* _Exercise prompt_: Below are entries. Copy exactly the lines running from the line that holds "peak = tracemalloc.get_traced_memory()[1]" to the line that holds "a programme too", with both ends included.
Segment Start: Records shown
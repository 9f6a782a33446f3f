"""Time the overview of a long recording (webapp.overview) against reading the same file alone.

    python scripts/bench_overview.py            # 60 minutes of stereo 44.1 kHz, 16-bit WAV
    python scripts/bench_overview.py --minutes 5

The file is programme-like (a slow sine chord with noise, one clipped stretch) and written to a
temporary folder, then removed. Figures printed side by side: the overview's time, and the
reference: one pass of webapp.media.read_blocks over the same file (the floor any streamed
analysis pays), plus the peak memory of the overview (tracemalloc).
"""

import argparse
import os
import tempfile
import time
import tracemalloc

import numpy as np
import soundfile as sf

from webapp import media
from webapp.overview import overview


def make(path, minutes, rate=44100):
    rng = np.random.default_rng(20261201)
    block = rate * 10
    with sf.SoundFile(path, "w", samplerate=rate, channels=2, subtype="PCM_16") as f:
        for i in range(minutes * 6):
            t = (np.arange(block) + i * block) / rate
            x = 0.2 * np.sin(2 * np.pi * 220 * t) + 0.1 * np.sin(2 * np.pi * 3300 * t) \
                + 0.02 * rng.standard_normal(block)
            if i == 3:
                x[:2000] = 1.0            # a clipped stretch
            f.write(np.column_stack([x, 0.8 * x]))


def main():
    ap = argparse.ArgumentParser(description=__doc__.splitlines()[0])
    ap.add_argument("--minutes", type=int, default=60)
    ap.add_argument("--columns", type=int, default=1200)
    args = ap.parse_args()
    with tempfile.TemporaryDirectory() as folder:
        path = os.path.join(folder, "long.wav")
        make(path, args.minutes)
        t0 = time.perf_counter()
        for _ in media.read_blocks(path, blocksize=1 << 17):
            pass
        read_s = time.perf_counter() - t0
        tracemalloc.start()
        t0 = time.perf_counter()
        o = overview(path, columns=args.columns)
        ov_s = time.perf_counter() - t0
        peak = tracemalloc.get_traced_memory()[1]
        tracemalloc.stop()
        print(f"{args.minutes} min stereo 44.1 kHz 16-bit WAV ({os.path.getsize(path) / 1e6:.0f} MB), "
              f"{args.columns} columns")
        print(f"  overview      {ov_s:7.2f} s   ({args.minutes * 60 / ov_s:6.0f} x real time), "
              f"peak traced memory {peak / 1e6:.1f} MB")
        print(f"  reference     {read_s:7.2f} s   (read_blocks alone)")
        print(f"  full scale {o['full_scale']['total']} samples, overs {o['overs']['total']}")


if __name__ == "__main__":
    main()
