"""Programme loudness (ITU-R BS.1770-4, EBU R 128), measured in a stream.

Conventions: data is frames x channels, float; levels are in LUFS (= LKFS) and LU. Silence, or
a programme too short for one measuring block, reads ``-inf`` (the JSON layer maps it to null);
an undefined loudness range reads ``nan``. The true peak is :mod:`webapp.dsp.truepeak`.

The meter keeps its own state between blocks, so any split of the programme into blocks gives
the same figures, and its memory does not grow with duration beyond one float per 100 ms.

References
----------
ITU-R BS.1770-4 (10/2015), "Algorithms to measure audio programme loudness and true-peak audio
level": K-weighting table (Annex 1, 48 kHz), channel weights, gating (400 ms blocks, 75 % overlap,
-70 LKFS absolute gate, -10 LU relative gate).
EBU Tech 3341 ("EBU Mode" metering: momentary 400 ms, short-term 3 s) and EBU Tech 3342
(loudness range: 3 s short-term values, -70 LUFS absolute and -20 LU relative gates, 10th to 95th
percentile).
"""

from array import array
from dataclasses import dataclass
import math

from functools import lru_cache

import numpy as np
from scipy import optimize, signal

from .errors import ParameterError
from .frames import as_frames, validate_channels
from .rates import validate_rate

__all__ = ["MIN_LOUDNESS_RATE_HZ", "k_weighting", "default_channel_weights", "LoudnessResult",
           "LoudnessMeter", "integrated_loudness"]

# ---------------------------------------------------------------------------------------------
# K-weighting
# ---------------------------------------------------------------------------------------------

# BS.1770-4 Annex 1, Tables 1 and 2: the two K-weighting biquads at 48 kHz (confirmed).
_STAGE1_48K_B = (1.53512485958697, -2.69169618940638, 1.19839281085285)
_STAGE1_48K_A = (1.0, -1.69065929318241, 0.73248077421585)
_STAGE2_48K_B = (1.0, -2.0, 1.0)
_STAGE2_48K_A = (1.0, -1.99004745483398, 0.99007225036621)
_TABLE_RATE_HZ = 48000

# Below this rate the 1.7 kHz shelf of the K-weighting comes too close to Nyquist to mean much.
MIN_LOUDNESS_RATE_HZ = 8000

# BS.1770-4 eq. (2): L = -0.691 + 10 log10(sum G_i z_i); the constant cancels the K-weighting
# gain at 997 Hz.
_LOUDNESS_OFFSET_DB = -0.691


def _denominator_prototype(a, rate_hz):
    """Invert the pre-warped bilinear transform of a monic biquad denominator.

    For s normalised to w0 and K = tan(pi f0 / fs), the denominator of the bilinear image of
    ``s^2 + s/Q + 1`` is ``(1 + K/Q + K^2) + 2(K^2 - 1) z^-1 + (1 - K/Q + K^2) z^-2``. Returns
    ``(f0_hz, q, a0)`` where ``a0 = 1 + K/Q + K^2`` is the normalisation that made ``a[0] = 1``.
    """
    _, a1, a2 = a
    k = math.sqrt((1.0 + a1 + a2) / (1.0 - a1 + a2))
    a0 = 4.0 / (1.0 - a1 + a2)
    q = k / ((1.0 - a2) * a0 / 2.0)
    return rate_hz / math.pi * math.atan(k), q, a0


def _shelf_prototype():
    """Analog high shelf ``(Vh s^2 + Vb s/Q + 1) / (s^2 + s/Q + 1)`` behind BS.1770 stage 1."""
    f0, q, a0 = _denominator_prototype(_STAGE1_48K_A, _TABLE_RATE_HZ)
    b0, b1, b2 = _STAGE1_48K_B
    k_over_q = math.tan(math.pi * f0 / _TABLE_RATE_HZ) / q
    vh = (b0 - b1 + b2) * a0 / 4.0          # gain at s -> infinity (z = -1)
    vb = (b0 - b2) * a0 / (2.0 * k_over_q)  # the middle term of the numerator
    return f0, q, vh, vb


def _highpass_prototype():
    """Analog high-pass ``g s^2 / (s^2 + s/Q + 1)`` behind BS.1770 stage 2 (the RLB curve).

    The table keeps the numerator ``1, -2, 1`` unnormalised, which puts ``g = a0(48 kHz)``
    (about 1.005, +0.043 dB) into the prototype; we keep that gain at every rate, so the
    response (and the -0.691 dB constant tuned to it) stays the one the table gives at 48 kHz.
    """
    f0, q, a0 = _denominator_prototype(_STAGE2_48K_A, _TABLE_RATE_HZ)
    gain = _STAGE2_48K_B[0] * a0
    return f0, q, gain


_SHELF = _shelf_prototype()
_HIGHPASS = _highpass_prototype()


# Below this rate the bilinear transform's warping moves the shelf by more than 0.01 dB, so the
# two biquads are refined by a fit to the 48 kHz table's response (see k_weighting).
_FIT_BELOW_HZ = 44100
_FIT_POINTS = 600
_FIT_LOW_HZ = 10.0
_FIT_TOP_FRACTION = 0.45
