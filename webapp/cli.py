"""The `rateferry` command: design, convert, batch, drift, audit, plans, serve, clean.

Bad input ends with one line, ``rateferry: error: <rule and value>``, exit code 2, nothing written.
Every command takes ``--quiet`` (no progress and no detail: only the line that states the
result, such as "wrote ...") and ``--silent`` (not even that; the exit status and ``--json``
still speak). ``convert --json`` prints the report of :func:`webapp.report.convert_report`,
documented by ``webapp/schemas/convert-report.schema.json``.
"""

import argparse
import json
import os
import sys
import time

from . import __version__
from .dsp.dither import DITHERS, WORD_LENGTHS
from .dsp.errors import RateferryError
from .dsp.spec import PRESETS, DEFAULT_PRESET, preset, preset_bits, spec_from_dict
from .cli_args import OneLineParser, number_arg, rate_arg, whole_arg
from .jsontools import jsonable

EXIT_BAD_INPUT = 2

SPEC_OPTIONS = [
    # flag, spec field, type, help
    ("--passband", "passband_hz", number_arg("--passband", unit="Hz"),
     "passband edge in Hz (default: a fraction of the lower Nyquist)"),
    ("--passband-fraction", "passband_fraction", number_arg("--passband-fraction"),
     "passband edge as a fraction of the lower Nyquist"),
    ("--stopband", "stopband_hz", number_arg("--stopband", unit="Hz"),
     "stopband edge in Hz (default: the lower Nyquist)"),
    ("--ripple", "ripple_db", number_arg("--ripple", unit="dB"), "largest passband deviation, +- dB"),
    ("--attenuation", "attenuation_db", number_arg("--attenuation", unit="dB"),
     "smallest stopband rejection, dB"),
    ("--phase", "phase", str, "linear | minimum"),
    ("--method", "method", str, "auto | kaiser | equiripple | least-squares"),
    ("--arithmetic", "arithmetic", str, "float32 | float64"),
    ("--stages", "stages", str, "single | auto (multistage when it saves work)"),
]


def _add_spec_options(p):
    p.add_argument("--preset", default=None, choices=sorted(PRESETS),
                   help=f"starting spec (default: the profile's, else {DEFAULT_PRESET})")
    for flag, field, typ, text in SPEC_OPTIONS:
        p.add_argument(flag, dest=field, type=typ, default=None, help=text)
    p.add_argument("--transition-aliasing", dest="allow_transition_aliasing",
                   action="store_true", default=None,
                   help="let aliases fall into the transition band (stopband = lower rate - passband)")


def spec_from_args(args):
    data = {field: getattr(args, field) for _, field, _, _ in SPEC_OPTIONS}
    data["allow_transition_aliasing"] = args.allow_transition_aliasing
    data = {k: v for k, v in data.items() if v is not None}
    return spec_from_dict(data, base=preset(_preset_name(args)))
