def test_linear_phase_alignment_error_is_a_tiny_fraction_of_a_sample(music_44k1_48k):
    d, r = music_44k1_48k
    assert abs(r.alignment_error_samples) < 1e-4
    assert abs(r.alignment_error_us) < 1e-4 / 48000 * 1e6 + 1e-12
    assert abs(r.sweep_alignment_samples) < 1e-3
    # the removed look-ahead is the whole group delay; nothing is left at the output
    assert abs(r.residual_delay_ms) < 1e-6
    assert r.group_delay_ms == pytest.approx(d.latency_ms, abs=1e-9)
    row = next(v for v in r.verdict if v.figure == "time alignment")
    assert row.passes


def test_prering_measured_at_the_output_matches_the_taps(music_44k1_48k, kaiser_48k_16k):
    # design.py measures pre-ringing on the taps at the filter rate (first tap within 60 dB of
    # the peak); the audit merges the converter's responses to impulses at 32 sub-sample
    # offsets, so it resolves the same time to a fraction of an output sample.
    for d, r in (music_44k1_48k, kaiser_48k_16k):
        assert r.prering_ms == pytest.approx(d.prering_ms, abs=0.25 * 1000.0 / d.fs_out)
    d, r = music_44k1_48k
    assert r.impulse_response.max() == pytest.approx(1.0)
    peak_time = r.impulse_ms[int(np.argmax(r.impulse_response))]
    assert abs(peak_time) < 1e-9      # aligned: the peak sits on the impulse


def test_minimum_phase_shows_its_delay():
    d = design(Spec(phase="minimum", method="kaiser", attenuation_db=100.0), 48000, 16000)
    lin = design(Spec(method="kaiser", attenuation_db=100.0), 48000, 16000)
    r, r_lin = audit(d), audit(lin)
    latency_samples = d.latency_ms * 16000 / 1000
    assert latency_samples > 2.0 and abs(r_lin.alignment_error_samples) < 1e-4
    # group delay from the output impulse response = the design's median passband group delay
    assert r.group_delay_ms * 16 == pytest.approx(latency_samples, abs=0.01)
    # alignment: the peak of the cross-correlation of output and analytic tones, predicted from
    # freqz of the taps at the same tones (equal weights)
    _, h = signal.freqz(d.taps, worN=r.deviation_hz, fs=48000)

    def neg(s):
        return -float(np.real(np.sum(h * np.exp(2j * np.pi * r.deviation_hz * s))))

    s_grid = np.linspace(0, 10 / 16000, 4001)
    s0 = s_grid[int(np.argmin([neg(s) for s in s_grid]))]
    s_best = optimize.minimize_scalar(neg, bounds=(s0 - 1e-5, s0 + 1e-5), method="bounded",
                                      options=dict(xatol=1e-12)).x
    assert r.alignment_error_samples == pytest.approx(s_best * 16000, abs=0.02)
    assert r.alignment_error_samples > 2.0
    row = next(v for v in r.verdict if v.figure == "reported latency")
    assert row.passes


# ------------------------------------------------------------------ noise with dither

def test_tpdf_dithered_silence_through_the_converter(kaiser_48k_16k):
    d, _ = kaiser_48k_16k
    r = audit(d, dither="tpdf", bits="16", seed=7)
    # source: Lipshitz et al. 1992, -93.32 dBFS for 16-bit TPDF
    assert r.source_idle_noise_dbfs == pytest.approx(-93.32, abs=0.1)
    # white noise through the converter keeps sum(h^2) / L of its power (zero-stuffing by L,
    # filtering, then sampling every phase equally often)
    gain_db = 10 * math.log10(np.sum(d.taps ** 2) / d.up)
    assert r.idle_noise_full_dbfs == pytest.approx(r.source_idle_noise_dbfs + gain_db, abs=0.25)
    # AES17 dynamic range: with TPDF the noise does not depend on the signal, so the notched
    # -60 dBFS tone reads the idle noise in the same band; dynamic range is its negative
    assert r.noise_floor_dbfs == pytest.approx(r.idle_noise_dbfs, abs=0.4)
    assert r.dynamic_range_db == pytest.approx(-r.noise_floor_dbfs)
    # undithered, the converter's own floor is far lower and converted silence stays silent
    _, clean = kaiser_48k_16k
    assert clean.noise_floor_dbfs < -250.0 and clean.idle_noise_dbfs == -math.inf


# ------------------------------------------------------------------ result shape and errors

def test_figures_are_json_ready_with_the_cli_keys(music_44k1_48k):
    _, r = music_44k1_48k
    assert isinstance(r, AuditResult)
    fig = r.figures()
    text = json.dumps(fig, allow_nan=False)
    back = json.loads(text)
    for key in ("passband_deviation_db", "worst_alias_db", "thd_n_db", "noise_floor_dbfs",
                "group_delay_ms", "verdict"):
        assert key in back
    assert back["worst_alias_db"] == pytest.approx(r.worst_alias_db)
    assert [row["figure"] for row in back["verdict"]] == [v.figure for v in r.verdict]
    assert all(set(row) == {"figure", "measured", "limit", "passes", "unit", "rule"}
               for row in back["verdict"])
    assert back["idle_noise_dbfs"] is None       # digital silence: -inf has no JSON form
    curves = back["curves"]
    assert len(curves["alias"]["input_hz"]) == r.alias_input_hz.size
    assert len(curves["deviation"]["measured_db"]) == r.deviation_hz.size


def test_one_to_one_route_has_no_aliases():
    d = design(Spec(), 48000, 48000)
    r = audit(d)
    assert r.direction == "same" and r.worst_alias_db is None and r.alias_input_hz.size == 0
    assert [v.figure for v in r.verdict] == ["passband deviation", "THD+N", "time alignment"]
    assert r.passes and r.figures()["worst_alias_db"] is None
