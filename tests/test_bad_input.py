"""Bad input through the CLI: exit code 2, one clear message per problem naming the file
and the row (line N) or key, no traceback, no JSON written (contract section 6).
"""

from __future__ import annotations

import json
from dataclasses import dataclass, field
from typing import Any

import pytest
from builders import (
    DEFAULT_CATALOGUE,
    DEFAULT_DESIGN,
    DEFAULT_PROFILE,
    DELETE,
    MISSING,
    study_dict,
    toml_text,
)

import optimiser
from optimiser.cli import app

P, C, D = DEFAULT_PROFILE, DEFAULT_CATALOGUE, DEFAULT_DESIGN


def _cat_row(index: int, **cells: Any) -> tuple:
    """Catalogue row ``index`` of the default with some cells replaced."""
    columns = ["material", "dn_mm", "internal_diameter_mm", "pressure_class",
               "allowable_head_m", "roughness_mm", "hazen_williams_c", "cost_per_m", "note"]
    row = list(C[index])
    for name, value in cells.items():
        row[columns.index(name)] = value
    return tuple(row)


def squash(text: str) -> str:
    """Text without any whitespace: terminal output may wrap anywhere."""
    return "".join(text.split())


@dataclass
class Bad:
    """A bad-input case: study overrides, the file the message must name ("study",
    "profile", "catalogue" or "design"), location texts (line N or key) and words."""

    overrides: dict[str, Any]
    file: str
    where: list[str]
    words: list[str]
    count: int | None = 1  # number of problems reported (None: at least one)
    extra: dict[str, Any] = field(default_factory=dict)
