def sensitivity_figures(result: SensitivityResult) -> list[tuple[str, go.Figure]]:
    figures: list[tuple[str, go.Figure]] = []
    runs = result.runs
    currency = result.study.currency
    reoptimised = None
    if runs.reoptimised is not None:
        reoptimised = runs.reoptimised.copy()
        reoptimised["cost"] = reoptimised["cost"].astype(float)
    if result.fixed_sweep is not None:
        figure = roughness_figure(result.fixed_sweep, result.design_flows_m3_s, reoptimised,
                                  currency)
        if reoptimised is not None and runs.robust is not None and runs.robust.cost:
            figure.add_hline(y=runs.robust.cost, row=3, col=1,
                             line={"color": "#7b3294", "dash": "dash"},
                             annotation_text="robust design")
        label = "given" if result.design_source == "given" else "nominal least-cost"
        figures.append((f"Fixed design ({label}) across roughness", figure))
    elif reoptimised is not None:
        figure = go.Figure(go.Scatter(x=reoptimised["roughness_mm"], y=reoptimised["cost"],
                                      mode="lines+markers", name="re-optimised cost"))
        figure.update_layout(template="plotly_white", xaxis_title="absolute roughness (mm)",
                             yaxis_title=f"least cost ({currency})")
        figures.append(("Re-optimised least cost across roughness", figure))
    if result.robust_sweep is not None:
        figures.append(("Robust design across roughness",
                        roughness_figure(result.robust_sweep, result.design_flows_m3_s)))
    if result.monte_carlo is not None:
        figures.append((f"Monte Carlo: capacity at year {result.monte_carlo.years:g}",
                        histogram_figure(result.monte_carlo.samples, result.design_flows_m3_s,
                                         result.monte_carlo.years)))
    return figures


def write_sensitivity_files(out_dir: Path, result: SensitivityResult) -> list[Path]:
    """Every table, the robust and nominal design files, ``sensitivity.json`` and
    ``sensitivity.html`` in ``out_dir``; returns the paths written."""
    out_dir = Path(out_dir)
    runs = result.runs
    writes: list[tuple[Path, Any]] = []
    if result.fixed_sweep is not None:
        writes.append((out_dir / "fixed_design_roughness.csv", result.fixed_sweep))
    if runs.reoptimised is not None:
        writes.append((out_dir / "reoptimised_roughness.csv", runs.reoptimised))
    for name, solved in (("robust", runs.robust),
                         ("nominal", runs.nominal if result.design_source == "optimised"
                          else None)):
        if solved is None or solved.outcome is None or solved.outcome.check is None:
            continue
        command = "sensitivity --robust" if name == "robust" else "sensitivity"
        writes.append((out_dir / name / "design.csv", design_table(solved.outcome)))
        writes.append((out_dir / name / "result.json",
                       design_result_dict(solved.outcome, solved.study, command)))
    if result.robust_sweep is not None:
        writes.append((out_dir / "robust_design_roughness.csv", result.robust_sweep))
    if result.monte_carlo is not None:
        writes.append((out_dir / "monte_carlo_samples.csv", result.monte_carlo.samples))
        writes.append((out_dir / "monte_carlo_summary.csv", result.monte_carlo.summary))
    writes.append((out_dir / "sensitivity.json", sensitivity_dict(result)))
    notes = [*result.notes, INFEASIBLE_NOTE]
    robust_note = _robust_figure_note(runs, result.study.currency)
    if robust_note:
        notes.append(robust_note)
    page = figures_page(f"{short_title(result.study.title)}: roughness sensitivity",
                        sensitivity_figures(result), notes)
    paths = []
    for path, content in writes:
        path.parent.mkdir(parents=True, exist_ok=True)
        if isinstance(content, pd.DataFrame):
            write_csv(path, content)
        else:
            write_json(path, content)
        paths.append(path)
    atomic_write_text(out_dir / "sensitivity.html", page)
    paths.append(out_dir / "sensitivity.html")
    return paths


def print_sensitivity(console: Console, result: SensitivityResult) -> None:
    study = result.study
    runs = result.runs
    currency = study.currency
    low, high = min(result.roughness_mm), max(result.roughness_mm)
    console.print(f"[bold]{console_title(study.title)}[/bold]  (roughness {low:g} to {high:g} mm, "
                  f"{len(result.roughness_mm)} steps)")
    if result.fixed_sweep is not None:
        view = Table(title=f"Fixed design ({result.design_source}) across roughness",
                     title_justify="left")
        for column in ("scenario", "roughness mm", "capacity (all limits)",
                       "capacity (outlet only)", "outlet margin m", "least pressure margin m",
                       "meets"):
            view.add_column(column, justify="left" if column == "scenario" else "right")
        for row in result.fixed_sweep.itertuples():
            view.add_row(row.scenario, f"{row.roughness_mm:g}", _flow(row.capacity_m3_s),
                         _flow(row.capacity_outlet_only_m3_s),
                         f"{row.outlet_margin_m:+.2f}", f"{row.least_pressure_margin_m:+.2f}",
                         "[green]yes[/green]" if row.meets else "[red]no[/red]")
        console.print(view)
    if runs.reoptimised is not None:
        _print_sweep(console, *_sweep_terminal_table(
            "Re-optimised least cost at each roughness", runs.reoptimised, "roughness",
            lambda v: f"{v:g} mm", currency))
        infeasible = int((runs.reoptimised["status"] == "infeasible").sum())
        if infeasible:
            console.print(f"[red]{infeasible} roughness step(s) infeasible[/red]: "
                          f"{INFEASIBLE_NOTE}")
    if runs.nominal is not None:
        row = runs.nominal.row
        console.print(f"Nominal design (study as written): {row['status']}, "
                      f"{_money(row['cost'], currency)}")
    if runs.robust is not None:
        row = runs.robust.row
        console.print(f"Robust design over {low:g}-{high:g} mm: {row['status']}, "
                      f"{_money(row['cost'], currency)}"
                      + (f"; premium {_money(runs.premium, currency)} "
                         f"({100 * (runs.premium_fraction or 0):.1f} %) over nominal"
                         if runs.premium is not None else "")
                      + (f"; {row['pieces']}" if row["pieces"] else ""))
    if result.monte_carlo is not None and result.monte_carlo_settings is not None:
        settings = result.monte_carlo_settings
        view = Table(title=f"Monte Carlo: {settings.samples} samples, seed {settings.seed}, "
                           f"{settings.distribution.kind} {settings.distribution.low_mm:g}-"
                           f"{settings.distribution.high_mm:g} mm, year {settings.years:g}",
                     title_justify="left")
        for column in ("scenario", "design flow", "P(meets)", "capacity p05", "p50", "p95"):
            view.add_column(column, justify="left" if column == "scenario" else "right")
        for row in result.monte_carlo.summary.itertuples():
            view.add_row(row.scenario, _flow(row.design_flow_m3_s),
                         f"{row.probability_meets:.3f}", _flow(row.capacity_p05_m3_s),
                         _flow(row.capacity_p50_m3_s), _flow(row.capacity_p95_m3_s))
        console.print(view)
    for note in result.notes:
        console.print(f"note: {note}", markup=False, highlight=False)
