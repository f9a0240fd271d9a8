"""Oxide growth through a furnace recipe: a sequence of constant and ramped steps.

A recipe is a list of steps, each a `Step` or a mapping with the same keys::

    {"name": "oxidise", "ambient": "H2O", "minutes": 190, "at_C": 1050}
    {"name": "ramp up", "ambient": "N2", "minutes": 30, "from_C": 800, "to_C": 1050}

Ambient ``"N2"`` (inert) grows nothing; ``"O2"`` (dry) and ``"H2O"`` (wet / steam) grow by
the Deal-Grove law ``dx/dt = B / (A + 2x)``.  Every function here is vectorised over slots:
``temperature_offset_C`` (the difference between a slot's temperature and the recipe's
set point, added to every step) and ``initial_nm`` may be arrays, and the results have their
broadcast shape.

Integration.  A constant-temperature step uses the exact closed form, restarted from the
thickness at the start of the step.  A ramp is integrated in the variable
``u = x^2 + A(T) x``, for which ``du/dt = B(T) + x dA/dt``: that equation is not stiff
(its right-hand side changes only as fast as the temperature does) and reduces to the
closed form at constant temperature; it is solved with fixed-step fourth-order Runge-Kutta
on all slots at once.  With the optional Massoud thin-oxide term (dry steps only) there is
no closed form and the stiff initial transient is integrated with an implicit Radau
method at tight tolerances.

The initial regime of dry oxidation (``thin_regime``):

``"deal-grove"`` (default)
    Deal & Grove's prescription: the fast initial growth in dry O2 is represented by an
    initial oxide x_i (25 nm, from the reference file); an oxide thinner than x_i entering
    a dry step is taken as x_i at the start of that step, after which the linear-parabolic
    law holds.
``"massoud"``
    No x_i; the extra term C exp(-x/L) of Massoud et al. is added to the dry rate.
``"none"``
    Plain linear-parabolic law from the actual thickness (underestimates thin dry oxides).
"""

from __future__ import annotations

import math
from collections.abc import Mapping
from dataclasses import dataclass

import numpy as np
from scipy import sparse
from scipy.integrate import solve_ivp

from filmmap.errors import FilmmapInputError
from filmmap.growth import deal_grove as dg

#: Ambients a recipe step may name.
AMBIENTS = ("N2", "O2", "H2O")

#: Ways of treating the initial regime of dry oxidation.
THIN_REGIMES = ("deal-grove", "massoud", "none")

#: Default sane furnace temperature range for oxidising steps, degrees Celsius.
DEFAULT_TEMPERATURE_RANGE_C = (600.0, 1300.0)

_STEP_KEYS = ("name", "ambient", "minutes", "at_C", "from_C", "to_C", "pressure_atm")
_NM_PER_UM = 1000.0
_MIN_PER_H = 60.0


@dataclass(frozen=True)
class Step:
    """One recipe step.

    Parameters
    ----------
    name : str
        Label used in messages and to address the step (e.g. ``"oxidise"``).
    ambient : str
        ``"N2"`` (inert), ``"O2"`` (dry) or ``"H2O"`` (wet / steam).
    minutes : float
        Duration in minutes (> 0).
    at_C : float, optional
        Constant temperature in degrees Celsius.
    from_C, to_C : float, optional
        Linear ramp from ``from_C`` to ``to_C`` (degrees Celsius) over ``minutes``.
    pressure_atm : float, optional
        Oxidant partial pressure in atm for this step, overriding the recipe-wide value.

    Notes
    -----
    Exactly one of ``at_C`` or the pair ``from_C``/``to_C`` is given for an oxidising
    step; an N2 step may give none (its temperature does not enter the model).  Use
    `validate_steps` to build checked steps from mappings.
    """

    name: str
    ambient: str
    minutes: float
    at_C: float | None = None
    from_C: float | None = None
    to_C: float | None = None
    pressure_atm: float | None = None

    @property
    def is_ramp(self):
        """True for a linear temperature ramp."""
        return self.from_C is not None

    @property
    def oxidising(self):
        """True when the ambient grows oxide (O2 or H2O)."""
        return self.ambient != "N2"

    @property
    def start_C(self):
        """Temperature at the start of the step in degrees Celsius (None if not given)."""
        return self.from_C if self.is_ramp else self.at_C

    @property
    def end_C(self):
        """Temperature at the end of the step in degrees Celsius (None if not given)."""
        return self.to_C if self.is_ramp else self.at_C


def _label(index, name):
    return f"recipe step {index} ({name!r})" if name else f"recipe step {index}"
Segment End: Records shown
* _Exercise result_:
        peak = tracemalloc.get_traced_memory()[1]
        tracemalloc.stop()
        print(f"{args.minutes} min stereo 44.1 kHz 16-bit WAV ({os.path.getsize(path) / 1e6:.0f} MB), "
              f"{args.columns} columns")
        print(f"  overview      {ov_s:7.2f} s   ({args.minutes * 60 / ov_s:6.0f} x real time), "
              f"peak traced memory {peak / 1e6:.1f} MB")
        print(f"  reference     {read_s:7.2f} s   (read_blocks alone)")
        print(f"  full scale {o['full_scale']['total']} samples, overs {o['overs']['total']}")


if __name__ == "__main__":
    main()
"""Programme loudness (ITU-R BS.1770-4, EBU R 128), measured in a stream.

Conventions: data is frames x channels, float; levels are in LUFS (= LKFS) and LU. Silence, or
a programme too short for one measuring block, reads ``-inf`` (the JSON layer maps it to null);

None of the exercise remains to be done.